There are some immediate consequences of this: we can’t derive instances of our
language for typeclasses like `Eq`

, `Ord`

, and `Show`

, and interpreting
everything becomes a bit more painful. But, we don’t need to make any use of
`data-reify`

in order to share expressions, since the language now handles that
'a la carte. Here’s an efficient evaluator:

```
eval :: Expr -> Int
eval (Lit d) = d
eval (Add e0 e1) = eval e0 + eval e1
eval (Let e0 e1) =
let shared = Lit (eval e0)
in eval (e1 shared)
```

In particular, note that we need a sort of back-interpreter to re-embed shared
expressions into our language while interpreting them. Here we use `Lit`

to
do that, but this is more painful if we want to implement, say, a pretty
printer; in that case we need a parser such that `print (parse x) == x`

(see
here).

We also can’t use the existing `tree`

function.
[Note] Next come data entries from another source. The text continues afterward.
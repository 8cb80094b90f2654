/** A what-if cannot be computed from the inputs given (a missing or wrong value, named in the message). */
export class MitigationInputError extends Error {
  constructor(message: string) {
    super(message);
    this.name = "MitigationInputError";
  }
}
Here’s the HOAS equivalent,
which is no longer polymorphic in its return type:

```
tree :: (Num a, Eq a) => a -> Expr
tree 0 = 1
tree n = Let (tree (n - 1)) (\shared -> shared + shared)
```

Using that, we can see that sharing is preserved just fine:

```
> eval (tree 50)
1125899906842624
```

Another way to make sharing explicit is to use a paramterized HOAS, known as
PHOAS. This requires the greatest augmentation of the original language
(recycling the same `Num`

instance):

```
data Expr a =
Lit Int
| Add (Expr a) (Expr a)
| Let (Expr a) (a -> Expr a)
| Var a
eval :: Expr Int -> Int
eval (Lit d) = d
eval (Var v) = v
eval (Add e0 e1) = eval e0 + eval e1
eval (Let e f) = eval (f (eval e))
```

Here we parameterize the expression type and add both `Let`

and `Var`

constructors to the language. Sharing expressions explicitly now takes a
slightly different form than in the HOAS version:

```
tree :: (Num a, Eq a) => a -> Expr b
tree 0 = 1
tree n = Let (tree (n - 1)) ((\shared -> shared + shared) . Var)
```

The `Var`

term wraps the intermediate computation, which is then passed to the
semantics-defining lambda. Sharing is again preserved in the language:

```
> eval $ tree 50
1125899906842624
```

Here, however, we don’t need the same kind of back-interpreter that we did when using HOAS. It’s easy to write a pretty-printer that observes sharing, for example (from here):

```
text e = go e 0 where
go (Lit j) _ = show j
go (Add e0 e1) c = "(Add " ++ go e0 c ++ " " ++ go e1 c ++ ")"
go (Var x) _ = x
go (Let e0 e1) c = "(Let " ++ v ++ " " ++ go e0 (c + 1) ++
" in " ++ go (e1 v) (c + 1) ++ ")"
where v = "v" ++ show c
```

Which yields the following string representation of our syntax:

```
> putStrLn . text $ tree 2
(Let v0 (Let v1 1 in (Add v1 v1)) in (Add v0 v0))
```

## Cluing up

I’ve gone over several methods of handling sharing in embedded languages: an external memoizer, observable (implicit) sharing, and adding explicit sharing via adding a HOAS or PHOAS let-binding to the original language. Some may be more convenient than others, depending on what you’re trying to do.

I’ve dumped code for the minimal, HOAS, and PHOAS examples in some gists.